Without step 4, no amount of pairing, uninstalling, etc seemed to have any effect. I'm guessing this is because different versions of the bluetooth driver write different/incompatible bluetooth keys to the key store, and I guess resetting bios clears that out.
Once I re-paired everything then worked.. NEARLY. for my headset specifically, I also needed to do this:
5. Go into control panel, "Devices And Printers". Right click on the bluetooth accessory, and go to Properties.
6. Click on Services. This takes a few seconds to refresh
7. You should see a bunch of checkboxes. For me, they were all unchecked! So check them to enable those services (e.g. "Audio Sink" to get audio routed to the devices, "Remote Control" to handle accessory buttons, "Hands-Free Telephony" to handle microphone/voice call, etc)

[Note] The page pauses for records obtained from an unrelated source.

import fc from 'fast-check';
import { describe, expect, it } from 'vitest';
import { formatPence, mulDivRoundHalfUp, parsePounds, vatOn } from './pence.ts';
import { priceLines } from './vat-lines.ts';

describe('pence', () => {
  it('formats and parses pounds exactly (no floating point on the way)', () => {
    expect(formatPence(123456)).toBe('£1,234.56');
    expect(formatPence(5)).toBe('£0.05');
    expect(formatPence(-250)).toBe('-£2.50');
    expect(parsePounds('12')).toBe(1200);
    expect(parsePounds('12.5')).toBe(1250);
    expect(parsePounds('£1,234.56')).toBe(123456);
    // 0.1 + 0.2 is not 0.3 in floating point; in pence it is.
    expect(parsePounds('0.10')! + parsePounds('0.20')!).toBe(parsePounds('0.30'));
    expect(parsePounds('12.345')).toBeNull();
    expect(parsePounds('-3')).toBeNull();
    expect(parsePounds('abc')).toBeNull();
  });

  it('parse and format are inverses for every amount (property)', () => {
    fc.assert(
      fc.property(fc.integer({ min: 0, max: 1_000_000_000 }), (p) => {
        expect(parsePounds(formatPence(p))).toBe(p);
      }),
    );
  });

  it('rounds half away from zero in integers, matching exact rational arithmetic (property)', () => {
    fc.assert(
      fc.property(fc.integer({ min: 0, max: 100_000_000 }), fc.integer({ min: 0, max: 10_000 }), (net, bp) => {
        const r = mulDivRoundHalfUp(net, bp, 10_000);
        // r is the nearest integer: |net*bp - r*10000| <= 5000, and exactly 5000 only when rounded up.
        const diff = net * bp - r * 10_000;
        expect(Math.abs(diff)).toBeLessThanOrEqual(5000);
        if (Math.abs(diff) === 5000) expect(diff).toBe(-5000);
      }),
    );
  });
});

// Worked examples of the rule in vat-lines.ts: VAT per line to the nearest penny, 0.5p or more rounded up
// (HMRC VAT Notice 700 paragraph 17.5; HMRC manual VATREC12030 for the half penny).
describe('VAT per line, nearest penny', () => {
  it('20% of £10.00 is £2.00; of £12.34 is £2.468 -> £2.47; of £12.37 is £2.474 -> £2.47', () => {
    expect(vatOn(1000, 2000)).toBe(200);
    expect(vatOn(1234, 2000)).toBe(247);
    expect(vatOn(1237, 2000)).toBe(247);
    expect(vatOn(1238, 2000)).toBe(248);
  });

  it('an exact half penny rounds up (VATREC12030): 5% of 10p is 0.5p -> 1p; 17.5% of 20p is 3.5p -> 4p', () => {
    expect(vatOn(10, 500)).toBe(1);
    expect(vatOn(30, 500)).toBe(2);
    expect(vatOn(20, 1750)).toBe(4);
    expect(vatOn(2, 1750)).toBe(0); // 0.35p rounds down
  });

  it('the total VAT is the sum of the lines, not VAT on the total: three 2p lines at 20% carry no VAT', () => {
    // Each line: 2p x 20% = 0.4p -> 0p; on the invoice total it would have been 6p x 20% = 1.2p -> 1p.
    const { totals } = priceLines(
      [1, 2, 3].map((i) => ({ description: `Washer ${i}`, quantity: 1, unitPence: 2, vatRateBp: 2000 })),
      true,
    );
    expect(totals).toEqual({ netPence: 6, vatPence: 0, totalPence: 6 });
  });

  it('a visit, two packs of cleaner and a filter: net £379.98, VAT £76.00, total £455.98', () => {
    const { lines, totals } = priceLines(
      [
        { description: 'Full clean, 9 radiators', quantity: 1, unitPence: 27_500, vatRateBp: 2000 },
        { description: 'Cleaner, 1 L', quantity: 2, unitPence: 2_999, vatRateBp: 2000 },
        { description: 'Filter fitted', quantity: 1, unitPence: 4_500, vatRateBp: 2000 },
      ],
      true,
    );
    // 2 x £29.99 = £59.98; 20% = £11.996 -> £12.00
    expect(lines.map((l) => [l.netPence, l.vatPence])).toEqual([
      [27_500, 5_500],
      [5_998, 1_200],
      [4_500, 900],
    ]);
    expect(totals).toEqual({ netPence: 37_998, vatPence: 7_600, totalPence: 45_598 });
  });

  it('a firm not registered for VAT charges none, whatever rate a line carries', () => {
    const { lines, totals } = priceLines(
      [{ description: 'Inhibitor visit', quantity: 1, unitPence: 9_000, vatRateBp: 2000 }],
      false,
    );
    expect(lines[0]).toMatchObject({ vatRateBp: 0, vatPence: 0 });
    expect(totals).toEqual({ netPence: 9_000, vatPence: 0, totalPence: 9_000 });
  });

  it('lines always add up: total = net + VAT, VAT = sum of line VAT (property)', () => {
    const line = fc.record({
      description: fc.constant('x'),
      quantity: fc.integer({ min: 1, max: 100 }),
      unitPence: fc.integer({ min: 0, max: 1_000_000 }),
      vatRateBp: fc.constantFrom(0, 500, 2000),
    });
    fc.assert(
      fc.property(fc.array(line, { maxLength: 20 }), (ls) => {
        const { lines, totals } = priceLines(ls, true);
        expect(totals.totalPence).toBe(totals.netPence + totals.vatPence);
        expect(totals.vatPence).toBe(lines.reduce((s, l) => s + l.vatPence, 0));
        for (const l of lines) expect(Number.isInteger(l.vatPence)).toBe(true);
      }),
    );
  });
});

Finally (!) I could then right click on my Audio properties, go to Playback Devices, and select my bluetooth headset (and change it to default playback device, etc)


----------



## Jeff 42 (Nov 3, 2008)

FertDret said:


> Here's how I solved this on my Dell XPS 13 9350
> 
> 1. Removed my bluetooth accessory from device manager (in my case it was a headset/headphone)
> 2. Right-clicked on the "Dell Wireless 1820A Bluetooth 4.1 LE" adapter, and click on Update Driver Software. For me, this downloaded and installed an update (took a few minutes)
> ...


Thanks for the response. I'll try this.


----------